Congrats Bob - I'm jealous!!  26 years with my company in June, but I figure I'll be working another 20...


----------



## Jim15 (Nov 3, 2009)

Congratulations Bob, hope you enjoy your retirement.


----------



## Chasper (Nov 3, 2009)

Congratulations Bob, enjoy.  I took the same plunge six months ago and have no regrets.  But I've never worked so hard as I have in the last six months, I don't know when I ever had time to go to a job.  Make sure you find the time to slow down.


----------



## workinforwood (Nov 3, 2009)

Well done Bob.  I'm envious.  What was the business you sold?


----------



## traderdon55 (Nov 3, 2009)

Congratulations Bob. I did the same thing over two years ago.It was great for a while but I got lazy and got to the point I didn't do much of anything except loaf around.  I started a part time business and then a second one. As it turned out now that I don't have to work I am busier than I ever was when I was working. The only down side is I only have time to visit one forum now instead of several,needless to say I stayed on the best one.I really hope you enjoy your retirement.


----------



## NewLondon88 (Nov 3, 2009)

So ...  how long is the Honey-do list getting now?


----------



## Rollerbob (Nov 3, 2009)

Mike, Jim, And Gerry thanks for the well wishes. Sure I'll be busy doing the things I want to do!!
Jeff, I owned some Quick Lube operations!!
Charlie, honey do list seem to be an on going thing, nothing new there. You must try it.......nah!!


----------



## cnirenberg (Nov 3, 2009)

Bob,
Way to go congratulations on the new change in life. You never know what is in store.  Just don't get too comfotable....


----------



## Druid (Nov 3, 2009)

Congrats Bob, I often wonder what it would be like to retire... one thing's for sure, I suspect the "honey-to-do" list would certainly increase!!!  I suspect so would my excuses:tongue:


----------



## penmaker56 (Nov 3, 2009)

Congratulations Bob, as one who did the exact same thing 4 years ago, the weight of the world will be off your shoulders, enjoy the moment, it is life changing, but stay busy, you get bored real fast.


----------



## wudnhed (Nov 3, 2009)

oooooohhhhhhh (Lurch) LOML and I are sooooooooo jealous!  You go with your bad self Bob, congrats.  I look forward to more of your posts.


----------



## PenWorks (Nov 3, 2009)

Yea BOB !!  Congrats on the sale and your new future


----------



## danroggensee (Nov 3, 2009)

Retirement is not all what it is cracked up to be i did it in 92 sold the business and then traveled for 8 years all around this great country of ours and up in to canada. Them settled here in the great state of Nevada. But who in there right mind wants to do all of that. .

Dannie


----------



## ed4copies (Nov 3, 2009)

Wow, I can see it now:

Rollerbob buys CSUSA

donates all Emperors to "best buddy" Texatdurango!!

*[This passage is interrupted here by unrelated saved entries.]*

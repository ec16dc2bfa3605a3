using System.Collections.Concurrent;
using System.Numerics;
using System.Runtime.CompilerServices;

namespace BcPrep.Uncertainty;

/// <summary>
/// In-place iterative radix-2 complex FFT on split real/imaginary arrays, single-threaded. A window's statistics
/// already run in parallel with other windows, so a transform that spreads itself over the cores (as the general
/// library's does) only adds contention; this one is about four times cheaper in CPU on a 2¹⁸-point transform.
/// </summary>
internal static class RadixTwoFft
{
    private static readonly ConcurrentDictionary<int, (double[] Cos, double[] Sin)> Twiddles = new();
    private static readonly ConcurrentDictionary<int, (double[] Cos, double[] Sin)> StageTwiddles = new();

    /// <summary>
    /// X[k] = Σ x[j]·exp(∓2πi·jk/n) over the first <paramref name="n"/> elements (a power of two); the minus sign
    /// when <paramref name="inverse"/> is false. Unnormalised both ways.
    /// </summary>
    [MethodImpl(MethodImplOptions.AggressiveOptimization)]
    public static void Transform(Span<double> re, Span<double> im, int n, bool inverse)
    {
        if (n < 1 || (n & (n - 1)) != 0 || re.Length < n || im.Length < n)
        {
            throw new ArgumentException($"FFT length {n} must be a power of two within the buffers.", nameof(n));
        }
        BitReverse(re, im, n);
        var (cos, sin) = StageTwiddlesFor(n);
        var sign = inverse ? 1.0 : -1.0;
        // The stages up to CacheBlock points run block by block, each block through all of them while it is in
        // cache; only the longer stages sweep the whole array. Every butterfly is the same as stage by stage over
        // the whole array (same inputs, twiddles and order of operations), so the result is the same to the bit.
        var block = Math.Min(n, CacheBlock);
        for (var start = 0; start < n; start += block)
        {
            Stages(re.Slice(start, block), im.Slice(start, block), 2, block, cos, sin, sign);
        }
        Stages(re[..n], im[..n], 2 * block, n, cos, sin, sign);
    }

    /// <summary>Points whose stages run together: 2¹² complex points are 64 kB, within the second-level cache.</summary>
    private const int CacheBlock = 4096;

    /// <summary>The butterfly stages of lengths <paramref name="fromLength"/> … <paramref name="toLength"/> over all of re, im.</summary>
    [MethodImpl(MethodImplOptions.AggressiveOptimization)]
    private static void Stages(Span<double> re, Span<double> im, int fromLength, int toLength, double[] cos, double[] sin, double sign)
    {
        var n = re.Length;
        for (var length = fromLength; length <= toLength; length <<= 1)
        {
            var half = length >> 1;
            // This stage's twiddles cos, sin(2πk/length), k < half, sit contiguously at [half, length).
            var wCos = cos.AsSpan(half, half);
            var wSin = sin.AsSpan(half, half);
            for (var start = 0; start < n; start += length)
            {
                var aRe = re.Slice(start, half);
                var aIm = im.Slice(start, half);
                var bRe = re.Slice(start + half, half);
                var bIm = im.Slice(start + half, half);
                var k = 0;
                if (Vector.IsHardwareAccelerated && half >= Vector<double>.Count)
                {
                    var signs = new Vector<double>(sign);
                    for (; k <= half - Vector<double>.Count; k += Vector<double>.Count)
                    {
                        var wr = new Vector<double>(wCos[k..]);
                        var wi = signs * new Vector<double>(wSin[k..]);
                        var xr = new Vector<double>(bRe[k..]);
                        var xi = new Vector<double>(bIm[k..]);
                        var tr = (xr * wr) - (xi * wi);
                        var ti = (xr * wi) + (xi * wr);
                        var ar = new Vector<double>(aRe[k..]);
                        var ai = new Vector<double>(aIm[k..]);
                        (ar - tr).CopyTo(bRe[k..]);
                        (ai - ti).CopyTo(bIm[k..]);
                        (ar + tr).CopyTo(aRe[k..]);
                        (ai + ti).CopyTo(aIm[k..]);
                    }
                }
                for (; k < half; k++)
                {
                    var wr = wCos[k];
                    var wi = sign * wSin[k];
                    var tr = (bRe[k] * wr) - (bIm[k] * wi);
                    var ti = (bRe[k] * wi) + (bIm[k] * wr);
                    bRe[k] = aRe[k] - tr;
                    bIm[k] = aIm[k] - ti;
                    aRe[k] += tr;
                    aIm[k] += ti;
                }
            }
        }
    }

    /// <summary>
    /// The twiddles of every stage, the stage of length L at [L/2, L): entry L/2 + k is cos, sin(2πk/L), taken from
    /// <see cref="TwiddlesFor"/> at k·n/L so the values are those of the full table. Contiguous per stage, so a
    /// stage reads them in order (and in vectors) instead of with a stride of n/L.
    /// </summary>
    private static (double[] Cos, double[] Sin) StageTwiddlesFor(int n) => StageTwiddles.GetOrAdd(n, static size =>
    {
        var (cos, sin) = TwiddlesFor(size);
        var stageCos = new double[Math.Max(1, size)];
        var stageSin = new double[Math.Max(1, size)];
        for (var length = 2; length <= size; length <<= 1)
        {
            var half = length >> 1;
            var stride = size / length;
            for (var k = 0; k < half; k++)
            {
                stageCos[half + k] = cos[k * stride];
                stageSin[half + k] = sin[k * stride];
            }
        }
        return (stageCos, stageSin);
    });

    /// <summary>cos and sin of 2πk/n for k &lt; n/2, kept per size: the autocorrelation of a day's windows reuses a few sizes.</summary>
    public static (double[] Cos, double[] Sin) TwiddlesFor(int n) => Twiddles.GetOrAdd(n, static size =>
    {
        var count = Math.Max(1, size / 2);
        var cos = new double[count];
        var sin = new double[count];
        for (var k = 0; k < count; k++)
        {
            var angle = 2.0 * Math.PI * k / size;
            cos[k] = Math.Cos(angle);
            sin[k] = Math.Sin(angle);
        }
        return (cos, sin);
    });

    private static void BitReverse(Span<double> re, Span<double> im, int n)
    {
        for (int i = 1, j = 0; i < n; i++)
        {
            var bit = n >> 1;
            for (; (j & bit) != 0; bit >>= 1)
            {
                j ^= bit;
            }
            j ^= bit;
            if (i < j)
            {
                (re[i], re[j]) = (re[j], re[i]);
                (im[i], im[j]) = (im[j], im[i]);
            }
        }
    }
}
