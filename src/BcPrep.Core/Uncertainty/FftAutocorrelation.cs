namespace BcPrep.Uncertainty;

/// <summary>
/// The biased sample autocorrelation at every lag, ρ̂(k) = Σᵢ dᵢ dᵢ₊ₖ / Σᵢ dᵢ² with d = x − mean (the estimator
/// of MathNet's Correlation.Auto), by the Wiener–Khinchin route: the inverse transform of |D(f)|² with D the
/// transform of d zero-padded to N ≥ 2n, so the circular sums equal the linear ones. The real sequence of length N
/// travels as N/2 complex points (even samples real, odd imaginary), which halves the transform.
/// </summary>
internal static class FftAutocorrelation
{
    public static double[] Compute(ReadOnlySpan<double> samples, double mean)
    {
        var n = samples.Length;
        if (n == 0)
        {
            return [];
        }
        var size = 2;
        while (size < 2 * n)
        {
            size <<= 1;
        }
        var half = size / 2;
        var re = ThreadScratch.Rent(ScratchSlots.FftReal, half);
        var im = ThreadScratch.Rent(ScratchSlots.FftImaginary, half);
        var power = ThreadScratch.Rent(ScratchSlots.FftPower, half + 1);
        Pack(samples, mean, re, im, half);
        RadixTwoFft.Transform(re, im, half, inverse: false);
        PowerSpectrum(re, im, power, size);
        PackSymmetricSpectrum(power, re, im, size);
        RadixTwoFft.Transform(re, im, half, inverse: true);
        return Normalised(re, im, n);
    }

    private static void Pack(ReadOnlySpan<double> samples, double mean, double[] re, double[] im, int half)
    {
        Array.Clear(re, 0, half);
        Array.Clear(im, 0, half);
        for (var i = 0; i < samples.Length; i++)
        {
            if ((i & 1) == 0)
            {
                re[i >> 1] = samples[i] - mean;
            }
            else
            {
                im[i >> 1] = samples[i] - mean;
            }
        }
    }

    /// <summary>
    /// |X[k]|² for k = 0…N/2 from the half-length transform Z of the packed sequence: X[k] = E[k] + e^(−2πik/N)·O[k]
    /// with E = (Z[k] + Z*[N/2−k])/2 and O = (Z[k] − Z*[N/2−k])/(2i), the transforms of the even and odd samples.
    /// </summary>
    private static void PowerSpectrum(double[] re, double[] im, double[] power, int size)
    {
        var half = size / 2;
        var (cos, sin) = RadixTwoFft.TwiddlesFor(size);
        for (var k = 0; k <= half; k++)
        {
            var k1 = k % half;
            var k2 = (half - k) % half;
            var zr = re[k1];
            var zi = im[k1];
            var cr = re[k2];
            var ci = -im[k2];
            var evenRe = 0.5 * (zr + cr);
            var evenIm = 0.5 * (zi + ci);
            var oddRe = 0.5 * (zi - ci);
            var oddIm = -0.5 * (zr - cr);
            var wr = k < half ? cos[k] : -1.0;
            var wi = k < half ? -sin[k] : 0.0;
            var xr = evenRe + ((wr * oddRe) - (wi * oddIm));
            var xi = evenIm + ((wr * oddIm) + (wi * oddRe));
            power[k] = (xr * xr) + (xi * xi);
        }
    }

    /// <summary>
    /// Packs the real, even spectrum P for the half-length inverse transform, whose output then holds the even lags
    /// in its real part and the odd lags in its imaginary part: Y[k] = E[k] + i·e^(+2πik/N)·O[k] with
    /// E = (P[k] + P[N/2−k])/2 and O = (P[k] − P[N/2−k])/2.
    /// </summary>
    private static void PackSymmetricSpectrum(double[] power, double[] re, double[] im, int size)
    {
        var half = size / 2;
        var (cos, sin) = RadixTwoFft.TwiddlesFor(size);
        for (var k = 0; k < half; k++)
        {
            var even = 0.5 * (power[k] + power[half - k]);
            var odd = 0.5 * (power[k] - power[half - k]);
            re[k] = even - (odd * sin[k]);
            im[k] = odd * cos[k];
        }
    }

    private static double[] Normalised(double[] re, double[] im, int n)
    {
        var rho = new double[n];
        for (var i = 0; i < n; i++)
        {
            rho[i] = (i & 1) == 0 ? re[i >> 1] : im[i >> 1];
        }
        var zeroLag = rho[0];
        for (var i = 0; i < n; i++)
        {
            rho[i] /= zeroLag;
        }
        return rho;
    }
}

(who complains there are not enough of them left)


----------



## PR_Princess (Nov 3, 2009)

NewLondon88 gets the contract to do the catalog art...


----------



## TellicoTurning (Nov 3, 2009)

Congrats Bob... I retired in 2005... never worked so hard when I was employed.  

Love every minute of it though.


----------



## broitblat (Nov 3, 2009)

Congratulations!  I look forward to seeing (some) of the new things you'll turn out.

  -Barry


----------



## glycerine (Nov 3, 2009)

Congratulations!  I think I have a ways to go before I retire...


----------



## Rollerbob (Nov 3, 2009)

ed4copies said:


> Wow, I can see it now:
> 
> Rollerbob buys CSUSA
> 
> ...


Actually I was thinking I would go on the road and sell HB 360 blanks!:tongue::biggrin:


----------



## ed4copies (Nov 3, 2009)

Rollerbob said:


> Actually I was thinking I would go on the road and sell HB 360 blanks!:tongue::biggrin:




Don't forget to wear your "flak jacket".

Will you be driving a large RV????   Seems popular in Texas!!


----------



## Rollerbob (Nov 3, 2009)

spect it better be a "Sherman" RV, huh?


----------



## bitshird (Nov 3, 2009)

Congratulations Bob I hope you grabbed a little blue sky in the sale, I must be weird, 
I retried about almost two years ago, Damn it seems like an eternity!! But I had all my body parts attached then,  now a few have fallen off here and there.


----------



## Rollerbob (Nov 3, 2009)

bitshird said:


> Congratulations Bob I hope you grabbed a little blue sky in the sale, I must be weird,
> I retried about almost two years ago, Damn it seems like an eternity!! But I had all my body parts attached then, now a few have fallen off here and there.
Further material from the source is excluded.